Thiamine biomarker and other micronutrient assessment: Fasting plasma thiamine levels and whole blood ThDP will be ordered for collection by lab personnel as soon as feasible after consent is obtained from the Veteran. We will also order blood levels of vitamins B12, D, and folic acid as well as prealbumin if not done via routine care within the preceding four weeks. In addition, we will extract albumin, complete blood count, and magnesium as ordered by the primary team as part of routine care There will be no genomic sequencing, in whole or in part, as part of this analysis. Blood specimen will be collected as part of routine medical care by laboratory personnel.

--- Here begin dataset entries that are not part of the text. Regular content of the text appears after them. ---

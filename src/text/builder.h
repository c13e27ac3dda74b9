/* Building the syntax tree: what the grammar's actions call.
 *
 * Nodes come from the builder's arena.  Without memory a constructor gives NULL
 * and the builder remembers; a constructor that gets a NULL operand gives NULL.
 * Faults that the grammar cannot express (a coefficient with an exponent, `1 s-1`)
 * are reported here, and the node then says what was most likely meant. */
#ifndef LIMBECK_TEXT_BUILDER_H
#define LIMBECK_TEXT_BUILDER_H

#include "text/syntax.h"

typedef struct builder {
    struct arena   *arena;
    lb_diagnostics *diagnostics;
    lb_status       status;      /* LB_OK, or LB_E_NOMEM for good */
    span            muted;       /* faults up to this place were reported when the text was first read */
    bool            is_mute;     /* the rest of a faulty statement is passed over: its faults would not be its own */
    bool            has_bad_side; /* of the reaction being read: a fault was reported for a side */
    syntax_tree    *tree;
    syntax_expression *value;    /* of syntax_parse_value */
    const char    **texts;       /* [text_slots] open-addressing table of the texts there are, NULL empty */
    size_t          text_count, text_slots;
} builder;

/* Lists under construction. */
typedef struct syntax_terms { syntax_term *first, *last; } syntax_terms;
typedef struct syntax_names { syntax_name *first, *last; } syntax_names;
typedef struct syntax_arguments { syntax_argument *first, *last; } syntax_arguments;
typedef struct syntax_number { const char *text; double value; } syntax_number;
typedef struct syntax_text { const char *text; bool is_quoted; } syntax_text;

/* Report a fault, unless its place was reached before (a line that is read again). */
void builder_fault(builder *b, span where, const char *remedy, const char *format, ...)
    __attribute__((format(printf, 4, 5)));
void *builder_alloc(builder *b, size_t size);        /* a node, in the tree's page */
bool builder_turn_page(builder *b);                  /* nodes go to a new page; false without memory */
/* A terminated copy; equal texts are one copy. */
const char *builder_text(builder *b, const char *text, size_t length);
void builder_clear(builder *b);      /* frees the table; the texts are the arena's */

/* From the start of a to the end of b, as far as b is on the same line. */
span span_join(span a, span b);
bool span_touches(span a, span b);   /* b follows a without a blank */

/* ---- syntax_expression.c ---- */

syntax_expression *syntax_number_node(builder *b, syntax_number number, span where);
syntax_expression *syntax_leaf(builder *b, syntax_expression_kind kind, const char *text, span where);
syntax_expression *syntax_call(builder *b, const char *function, syntax_arguments arguments, span where);
syntax_expression *syntax_binary(builder *b, syntax_expression_kind kind, syntax_expression *left,
                                 syntax_expression *right, span operator_where, span where);
syntax_expression *syntax_unary(builder *b, syntax_expression_kind kind, syntax_expression *operand, span where);
syntax_expression *syntax_subtract(builder *b, syntax_expression *left, syntax_expression *right,
                                   span operator_where, span where);

syntax_range *syntax_range_between(builder *b, syntax_expression *low, syntax_expression *high, span where);
syntax_range *syntax_range_factor(builder *b, syntax_expression *factor, span where);

syntax_argument *syntax_argument_new(builder *b, const char *name, span name_where, syntax_expression *value,
                                     syntax_range *range);
syntax_arguments syntax_arguments_add(syntax_arguments list, syntax_argument *argument);

/* ---- syntax.c ---- */

syntax_names syntax_names_add(builder *b, syntax_names list, const syntax_name *name); /* copies the name */

syntax_term *syntax_term_new(builder *b, const syntax_name *species); /* copies the species */
syntax_term *syntax_term_count(builder *b, syntax_number coefficient, span where, const syntax_name *species);
syntax_term *syntax_term_expression(builder *b, syntax_expression *coefficient, span where,
                                    const syntax_name *species);
syntax_terms syntax_terms_add(syntax_terms list, syntax_term *term);
syntax_term *syntax_side_number(builder *b, syntax_number number, span where);

syntax_statement *syntax_title(builder *b, const char *text, span text_where, span where);
syntax_statement *syntax_units(builder *b, syntax_expression *units, span where);
syntax_statement *syntax_define(builder *b, syntax_statement_kind kind, syntax_text name, span text_where,
                                syntax_expression *value, syntax_range *range, span where);
syntax_statement *syntax_define_broken(builder *b, syntax_statement_kind kind, syntax_text name, span where);
syntax_statement *syntax_list(builder *b, syntax_statement_kind kind, syntax_names names, span where);
syntax_statement *syntax_formula(builder *b, const syntax_name *species, const char *formula, span formula_where,
                                 span where);
syntax_statement *syntax_reaction(builder *b, syntax_term *left, bool is_reversible, span arrow_where,
                                  syntax_term *right, syntax_arguments settings, span where);
syntax_statement *syntax_broken(syntax_statement *statement);
syntax_statement *syntax_labelled(syntax_statement *reaction, const char *label, span label_where, span where);
void syntax_append(builder *b, syntax_statement *statement);

#endif
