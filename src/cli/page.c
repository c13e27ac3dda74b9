/* limbeck FILE: the whole answer on one page. */
#include <errno.h>
#include <stdio.h>
#include <string.h>
#include <unistd.h>

#include "cli/session.h"

static int print(session *s, const lb_oscillate *oscillate)
{
    lb_layout layout = terminal_layout(STDOUT_FILENO);
    return session_print(s, s->given->json ? lb_json_page(s->system, s->diagnostics, oscillate, s->text)
                                           : lb_text_page(s->system, oscillate, &layout, s->text));
}

/* The verdict could not be reached: show the page without it, then say why.  With
 * --json the object is the error alone. */
static int fail_verdict(session *s, const lb_error *why)
{
    lb_error error;
    lb_steady_options steady_options = {.seed = s->given->seed, .monitor = &s->monitor};
    lb_steady *steady = NULL;
    if (!s->given->json && !terminal_interrupted()
        && lb_steady_solve(s->system, &steady_options, &steady, &error) == LB_OK) {
        lb_oscillate without = {.states = lb_network_states(s->network),
                                .constants = lb_network_constants(s->network), .steady = steady};
        print(s, &without);
        lb_steady_free(steady);
    }
    return session_fail(s, why);
}

static bool is_interrupted(const lb_oscillate *oscillate)
{
    if (oscillate->steady && oscillate->steady->interrupted)
        return true;
    for (size_t i = 0; i < oscillate->count; i++)
        if (oscillate->answer[i].interrupted)
            return true;
    return false;
}

/* Where the constants given do not oscillate and there are ranges, a short search
 * of them.  LB_OK with *ranges NULL: there was nothing to ask. */
static lb_status search_ranges(session *s, const lb_oscillate *given, lb_oscillate **ranges, lb_error *error)
{
    enum { PAGE_SAMPLES = 100 };
    *ranges = NULL;
    if (!session_has_range(s) || is_interrupted(given) || given->count == 0 || given->answer[0].verdict == LB_OSCILLATES)
        return LB_OK;
    lb_oscillate_options options_of_ranges = {.ranges = true, .samples = PAGE_SAMPLES, .seed = s->given->seed,
                                              .monitor = &s->monitor};
    return lb_oscillate_solve(s->system, &options_of_ranges, ranges, error);
}

/* Both answers on one page. */
static int show(session *s, const lb_oscillate *given, const lb_oscillate *ranges)
{
    lb_oscillate_answer answers[2];
    lb_oscillate both = *given;
    if (ranges && ranges->count > 0 && given->count > 0) {
        answers[0] = given->answer[0];
        answers[1] = ranges->answer[0];
        both.answer = answers;
        both.count = 2;
    }
    int result = print(s, &both);
    if (is_interrupted(&both) && result == EXIT_ANSWERED) {
        session_note_interrupted(s);
        result = EXIT_INTERRUPTED;
    }
    return result;
}

static int solve(session *s)
{
    lb_error error = {.code = LB_OK};
    lb_oscillate_options options_given = {.given = true, .seed = s->given->seed, .monitor = &s->monitor};
    lb_oscillate *given = NULL, *ranges = NULL;
    if (lb_oscillate_solve(s->system, &options_given, &given, &error) != LB_OK)
        return fail_verdict(s, &error);
    int result;
    if (search_ranges(s, given, &ranges, &error) == LB_OK) {
        result = show(s, given, ranges);
    } else {
        if (!s->given->json)
            print(s, given);
        result = session_fail(s, &error);
    }
    lb_oscillate_free(ranges);
    lb_oscillate_free(given);
    return result;
}

/* A word that is no file, has neither point nor slash and so was perhaps meant as a command. */
static int fail_word(const options *given)
{
    lb_error error = {.code = LB_E_ARG};
    const char *nearest = command_nearest(given->file);
    snprintf(error.message, sizeof error.message, "there is no command and no file `%.400s`", given->file);
    if (nearest)
        snprintf(error.remedy, sizeof error.remedy, "did you mean `limbeck %s FILE`?", nearest);
    else
        snprintf(error.remedy, sizeof error.remedy, "`limbeck --help` lists the commands");
    return session_report(given, &error, NULL, EXIT_USAGE);
}

static int run(const options *given)
{
    if (!strpbrk(given->file, "./") && strcmp(given->file, "-") != 0 && access(given->file, F_OK) && errno == ENOENT)
        return fail_word(given);
    session s;
    int result = session_open_system(&s, given);
    if (result == EXIT_ANSWERED) {
        result = solve(&s);
        session_warn(&s);
    }
    session_close(&s);
    return result;
}

static const option_spec own[] = {OPTION_NATIVE_SPEC};

const command command_page = {
    .name = "",
    .usage = "FILE [options]",
    .summary = "the whole answer, one page: what it is, what it does, does it oscillate",
    .about = "One page for the notebook: what the mechanism is, what it conserves and how much\n"
             "of it there is, its steady states, and whether it oscillates, with the evidence:\n"
             "with the constants given, and, if it does not, somewhere in their ranges.\n",
    .examples = "  limbeck bath.mech\n"
                "  limbeck bath.mech --set '[B]=1.7'\n"
                "  limbeck bath.mech --json\n"
                "  limbeck - < bath.mech\n",
    .own = own,
    .own_count = sizeof own / sizeof *own,
    .run = run,
};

Lab tests not routinely run in our local laboratory will be sent out to reference labs per the usual practice of the Department of Pathology. There will be no direct handling of blood specimen by the research team. Results of the lab tests will be available in a participant’s electronic medical record and will be extracted by the study coordinator and stored in a de-identified database. If they have been prescribed thiamine replenishment and the thiamine lab values are lost, we will include the remaining data gathered in the study.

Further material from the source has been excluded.